How to Add Fractions

When you hear sentences like "Only 1/4th of the cylinder is filled with gas" or "1/3rd of the cake was eaten up by Jane", what do you comprehend from them? It implies that if the cylinder were divided into 4 parts, only 1 part of the cylinder is full and 3 parts are empty. Similarly, if cake were divided into 3 parts, 1 part was eaten by Jane leaving 2/3rd of the cake behind. Any entity, as per mathematics is divided into a specific number of parts of which, a few parts are used to indicate a section of the whole entity. Such measuring techniques are known as fractions. Let me state an example here - There are 10 fruits in a basket, of which 4 are oranges and 5 are apples. So what fraction of fruits in the basket are apples? 5/10, right? But remember, whenever you deal with fractions, make sure you simplify them. 5/10 can be further simplified to 1/2, as the denominator and the numerator have a common number by which both are divisible.

Adding Fractions

Every fraction has a numerator and a denominator. Numerator signifies the part of the whole entity whereas denominator indicates the whole total. So when you are given two fractions to add, there are three possibilities. They can be fractions with different numerators and same denominators, same numerators and different denominators or different numerators and different denominators. Not to miss on a very important point, remember that only if the numerator is equal to or less than the denominator, it is called a proper fraction, else the fraction is known as an improper fraction. So let's scour through all the three possibilities!

With Same Denominators
When you have two fractions with same denominators, check whether they are proper fractions first. If they are, add the numerators and the result will be a fraction too. If the fractions to be added are improper fractions, then you may have to simplify the fraction.

Example
2/9 + 3/9 = 5/9 (Proper fraction)
10/9 + 20/9 = 30/9 ~ 10/3 (Improper fraction) ~ 3⅓ (Mixed number)

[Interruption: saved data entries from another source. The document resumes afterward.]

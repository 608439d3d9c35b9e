import { Button, Form, Input, Result } from 'antd';
import { FormErrorAlert } from '@/components/form-error-alert';
import { useRequestPasswordReset } from '../api/request-password-reset';
import { emailRules } from './password-rules';

export type ResetRequestFormProps = { onBack?: () => void };

export function ResetRequestForm({ onBack }: ResetRequestFormProps) {
  const request = useRequestPasswordReset();

  if (request.isSuccess) {
    return (
      <Result
        status="success"
        title="Check your inbox"
        subTitle="If an account uses that address, a reset link is on its way. The link works once, for 30 minutes."
        extra={onBack && <Button onClick={onBack}>Back to sign in</Button>}
      />
    );
  }

  return (
    <Form<{ email: string }>
      layout="vertical"
      requiredMark={false}
      aria-label="Request a password reset"
      onFinish={({ email }) => request.mutate({ email: email.trim() })}
    >
      <FormErrorAlert error={request.error} />
      <Form.Item label="Email" name="email" rules={emailRules} extra="We will send a link to set a new password.">
        <Input type="email" autoComplete="email" autoFocus />
      </Form.Item>
      <Button type="primary" htmlType="submit" block loading={request.isPending}>
        Send reset link
      </Button>
    </Form>
  );
}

With Different Denominators
When there are different denominators for the fractions, then first figure out a least common denominator (LCD), which is divisible by both the denominators.

Example 1: 4/9 + 4/8.
How do you find an LCD for these denominators? Very simple! Multiples of 9 are 9, 18, 27, 36, 45, 54, 63, 72, 81,... and multiples of 8 are 8, 16, 24, 32, 40, 48, 56, 64, 72,.... Here the least common divisor for both is 72. Multiply the respective numerators with the multiplicands to get the appropriate fractions. For the first fraction 4/9, the multiplicand is 8 which needs to be multiplied by both numerators and denominators. For the second fraction 4/8, the multiplicand is 9. So 4/9 will be written as (4 x 8)/(9 x 8) and 4/8 will be written as (4 x 9)/(8 x 9).

4/9 + 4/8 = 32/72 + 36/72 = 68/72 ~ 17/13 (Improper fraction) ~ 1 4/13 (Mixed number)

Example 2: 1/3 + 1/6.
In these fractions, 3 and 6 have a common divisor 6. Also 6 happens to be the least common denominator.

1/3 + 1/6 = (1 x 2)/(3 x 2) + (1 x 1)/(6 x 1) = 2/6 + 1/6 = 3/6 ~ 1/2

With Different Denominators and Numerators
Now when you are given a pair of fractions with different numerators and different denominators, adding is comparatively complex than the above cases. But the rule of LCD remains the same. Let's learn with an example!

Example: 3/5 + 5/6.
The common LCD for these denominators is 30. In cases where denominators are such that either of them is not divisible by the other, then multiply the denominators and you get the LCD which will serve as the common denominator. This method is also known as the cross multiplication method. In this case it is 5 x 6 = 30.

3/5 + 5/6 = (3 x 6)/(5 x 6) + (5 x 5)/(6 x 5) = 18/30 + 25/30 = 43/30 (Improper fraction) ~ 1 13/30 (Mixed number)

So with the above stated examples and explanation, hope you have understood how to add fractions. The thumb rule one must remember when adding fractions with different denominators is that the denominators must be same. So students, your homework will no longer be boring as adding fractions will get over in a jiffy for you!